Eskimo kinship (also referred to as Lineal kinship) is a concept of kinship used to define family in anthropology. Identified by Lewis Henry Morgan in his 1871 work Systems of Consanguinity and Affinity of the Human Family, the Eskimo system was one of six major kinship systems (Eskimo, Hawaiian, Iroquois, Crow, Omaha, and Sudanese). Morgan's system of classification is considered obsolete in current mainstream anthropology.

Kinship system[]

The Eskimo system places no distinction between patrilineal and matrilineal relatives, instead focusing on differences in kinship distance (the closer the relative is, the more distinguished). The system also emphasizes the nuclear family, identifying directly only the mother, father, brother, and sister (lineal relatives). All other relatives are grouped together into categories. It uses both classificatory and descriptive terms, differentiating between gender, generation, lineal relatives (relatives in the direct line of descent), and collateral relatives (blood relatives not in the direct line of descent).
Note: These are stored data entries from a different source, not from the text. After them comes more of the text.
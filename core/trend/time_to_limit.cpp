// SPDX-License-Identifier: GPL-3.0-or-later
#include "core/trend/drift.h"
#include "core/trend/scan.h"

#include <algorithm>
#include <cmath>
#include <numbers>

namespace evenstroke::drift {

namespace {

constexpr double grid_months = 0.25, farthest_months = 120.0;
/// The scatter of values counts 1.2 times: it is not quite independent from reading to reading. Found with
/// simulated engines: with it nine of ten 90 % intervals held.
constexpr double allowance = 1.2;

/// One straight line that starts to leave the level at `from`.
struct Line
{
    double from, slope, slope_sigma, log_weight;
};

std::optional<Line> fit_line(const RunningSums& sums, const RunningSums::Sums& all, double values_squared,
                             std::size_t onset, double from, double noise)
{
    const std::size_t last = sums.values().size() - 1;
    const auto fit = fit_ramp(sums, 0, onset, last, noise, from);
    if (!fit)
        return std::nullopt;
    const double slope = fit->size(noise), sigma = allowance * noise;
    const double left =
        values_squared - all.value * all.value / all.count - slope * slope * fit->shape_squared;
    return Line{from, slope, sigma / std::sqrt(fit->shape_squared),
                -left / (2.0 * sigma * sigma) - 0.5 * std::log(fit->shape_squared)};
}

double normal_below(double x)
{
    return 0.5 * std::erfc(-x / std::numbers::sqrt2);
}

double chance_reached(const std::vector<Line>& lines, double limit, double month)
{
    double reached = 0.0, total = 0.0;
    for (const Line& line : lines) {
        const double weight = std::exp(line.log_weight);
        const double slope = limit < 0.0 ? -line.slope : line.slope;
        reached += weight * normal_below((slope - std::abs(limit) / (month - line.from)) / line.slope_sigma);
        total += weight;
    }
    return reached / total;
}

/// First step of the grid at which the chance is reached; it only grows with time.
std::optional<double> months_until(const std::vector<Line>& lines, double limit, double now, double chance)
{
    const auto reached = [&](int step) {
        return chance_reached(lines, limit, now + step * grid_months) >= chance;
    };
    int low = 0, high = static_cast<int>(farthest_months / grid_months);
    if (!reached(high))
        return std::nullopt;
    while (low < high) {
        const int middle = (low + high) / 2;
        if (reached(middle))
            high = middle;
        else
            low = middle + 1;
    }
    return low * grid_months;
}

} // namespace

std::optional<TimeToLimit> time_to_limit(const std::vector<double>& months, const std::vector<double>& values,
                                         double noise, double limit)
{
    if (months.size() != values.size() || values.size() < readings_before_onset + readings_after_onset ||
        !(noise > 0.0) || limit == 0.0 || !std::isfinite(limit))
        return std::nullopt;
    RunningSums sums;
    double values_squared = 0.0;
    for (std::size_t i = 0; i < values.size(); ++i) {
        sums.add(months[i] - months.front(), values[i]);
        values_squared += values[i] * values[i];
    }
    const std::size_t last = values.size() - 1;
    const RunningSums::Sums all = sums.between(0, last);
    std::vector<Line> lines;
    for (std::size_t onset = std::max(readings_before_onset, last > onset_window ? last - onset_window : 0);
         onset < last; ++onset)
        if (const auto line =
                fit_line(sums, all, values_squared, onset, months[onset - 1] - months.front(), noise))
            lines.push_back(*line);
    if (lines.empty())
        return std::nullopt;
    const double heaviest =
        std::max_element(lines.begin(), lines.end(), [](const Line& one, const Line& other) {
            return one.log_weight < other.log_weight;
        })->log_weight;
    for (Line& line : lines)
        line.log_weight -= heaviest;
    const double now = months.back() - months.front();
    TimeToLimit time;
    time.months_5 = months_until(lines, limit, now, 0.05);
    time.months_50 = months_until(lines, limit, now, 0.50);
    time.months_95 = months_until(lines, limit, now, 0.95);
    time.may_be_reached = time.months_5 && *time.months_5 == 0.0;
    return time;
}

std::optional<TimeToLimit> time_to_limit(const Input& input, const Output& output, std::size_t channel,
                                         std::size_t cylinder, std::size_t reading, double limit)
{
    if (channel >= output.cells.size() || cylinder >= input.cylinders || reading >= input.readings())
        return std::nullopt;
    const auto cell = [&](std::size_t i) -> const CellResult& {
        return output.cells[channel][i * input.cylinders + cylinder];
    };
    std::vector<double> months, values;
    for (std::size_t i = cell(reading).segment_start; i <= reading; ++i)
        if (cell(i).used) {
            months.push_back(input.months[i]);
            values.push_back(cell(i).clipped);
        }
    return time_to_limit(months, values, cell(reading).noise, limit);
}

} // namespace evenstroke::drift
Parental siblings are distinguished only by their sex (Aunt, Uncle). All children of these individuals are lumped together regardless of sex (Cousins). Unlike the Hawaiian system, Ego's parents are clearly distinguished from their siblings.

Graphic of the Eskimo kinship system


The Eskimo system is comparatively rare among the world's kinship systems and is at present used in most Western societies (such as those of modern-day Europe or North America). A small number of food-foraging peoples also use it (such as the !Kung tribe of Africa).
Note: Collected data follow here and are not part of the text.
// SPDX-License-Identifier: GPL-3.0-or-later
#pragma once

#include <optional>
#include <span>
#include <string>
#include <string_view>
#include <vector>

/// Which quantities are watched for drift, how they scatter, and what faults do to them, as data:
/// resources/catalogue/drift_channels.csv, drift_signatures.csv,
/// drift_correlations.csv and drift_limits.csv.
namespace evenstroke::drift {

enum class DeviationForm { difference, percent };
enum class Subject { cylinder, engine, cylinder_median };

struct CatalogueChannel
{
    std::string quantity;       ///< name in the quantity catalogue, or of a derived quantity
    std::string typed_quantity; ///< the typed value a doubt names where `quantity` is derived; else the same
    Subject subject;            ///< cylinder_median: the median over the cylinders, watched at engine level
    double noise;               ///< prior one sigma, in `unit`
    double offset_spread;       ///< prior one sigma between cylinders; 0 at engine level
    DeviationForm form;         ///< percent: 100 (corrected / expected - 1)
    std::string unit;           ///< of the deviation
    /// Median of typed over expected outside which a whole row must be in another unit; 0 and 1e9: not looked
    /// for.
    double row_ratio_low, row_ratio_high;
    bool evidence; ///< false: trended with its band, and no part of the evidence
    bool counted; ///< among those the thresholds were calibrated for; others raise them a little
};

/// What one fault moves, in noise units. A quantity that is not named is not expected to move.
struct Signature
{
    std::string name;  ///< "blow_by"
    std::string title; ///< "blow-by (rings or exhaust valve)"
    Subject subject;   ///< cylinder or engine
    double weight;     ///< how much likelier beforehand than a quantity that moves by itself, > 0
    struct Move
    {
        std::string quantity;
        bool median; ///< engine level: the median over the cylinders
        double amount;
    };
    std::vector<Move> moves;
};

/// How far the trade lets a quantity go from its own level before something is done: custom, no maker's figure.
struct CustomaryLimit
{
    std::string quantity;
    Subject subject;
    std::string engine_kind;          ///< "two_stroke", "four_stroke" or "any"
    std::optional<double> rise, fall; ///< in `unit`
    std::string unit;                 ///< a unit, "% of expected", or "% of absolute" (of the expected absolute pressure)
};

std::span<const CustomaryLimit> customary_limits();
/// The limit for this kind of engine, or null.
const CustomaryLimit* find_customary_limit(std::string_view quantity, Subject subject, bool two_stroke);
std::span<const CatalogueChannel> channel_catalogue();
const CatalogueChannel* find_channel(std::string_view quantity, Subject subject);
std::span<const Signature> signature_catalogue();
const Signature* find_signature(std::string_view name);
/// Correlation of the noise of two quantities of one cylinder; 1 for the same, 0 where none is listed.
double noise_correlation(std::string_view quantity, std::string_view other);

} // namespace evenstroke::drift
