// SPDX-License-Identifier: GPL-3.0-or-later
#include "core/trend/meant_number.h"

#include "core/trend/typing_slips.h"

#include <array>
#include <charconv>
#include <cmath>

namespace evenstroke {
namespace {

/// How near the number meant must come, and how far the typed one must be away. Invented.
constexpr double near_enough = 0.05, numbers_apart = 1.5;

std::string three_digits(double number)
{
    std::array<char, 40> buffer{};
    const bool large = std::abs(number) >= 1000.0;
    const auto written = std::to_chars(buffer.data(), buffer.data() + buffer.size(), number,
                                       large ? std::chars_format::fixed : std::chars_format::general, large ? 0 : 3);
    return written.ec == std::errc{} ? std::string(buffer.data(), written.ptr) : std::string();
}

} // namespace

std::optional<MeantNumber> guess_meant_number(const Value& value, double own, std::span<const NumberReference> references)
{
    const Quantity& meant = quantity(value.quantity);
    const bool own_kind = value.kind == PressureKind::none || value.kind == meant.kind;
    if (!value.number || !own_kind || unit(value.unit).dimension != unit(meant.unit).dimension)
        return std::nullopt;
    const std::string typed = value.typed.empty() ? drift::plain_text(*value.number) : value.typed;
    for (const NumberReference& reference : references) {
        const double ratio = own / reference.value;
        if (!std::isfinite(ratio) || !(ratio > 0.0) || (ratio < numbers_apart && ratio > 1.0 / numbers_apart))
            continue;
        const auto best = drift::best_trial(typed, [&](double number) {
            const double would_be = unit(meant.unit).from_si(unit(value.unit).to_si(number));
            return std::abs(would_be / reference.value - 1.0);
        });
        if (!best || !(best->distance <= near_enough))
            continue;
        const std::string symbol(unit(meant.unit).symbol);
        return MeantNumber{best->trial.text, "Was " + best->trial.text + " meant? " + reference.words + " " +
                                                 three_digits(reference.value) + (symbol.empty() ? "" : " " + symbol) + "."};
    }
    return std::nullopt;
}

} // namespace evenstroke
The system is largely used in bilineal societies where the dominant relatives are the immediate family. In most Western societies, the nuclear family represents an independent social and economic group, further emphasizing the immediate kinship. The tendency in Western societies to live apart and interact with extended family only on a ceremonial basis also reinforces this.


Eskimo is the accepted term used by Alaska Natives today. Iñupiaq speakers (Iñupiat) are in the Arctic region of northern and northwestern Alaska. Yup'ik speakers (Yup'iit) are in the western and southwestern, sub-Arctic portion of Alaska.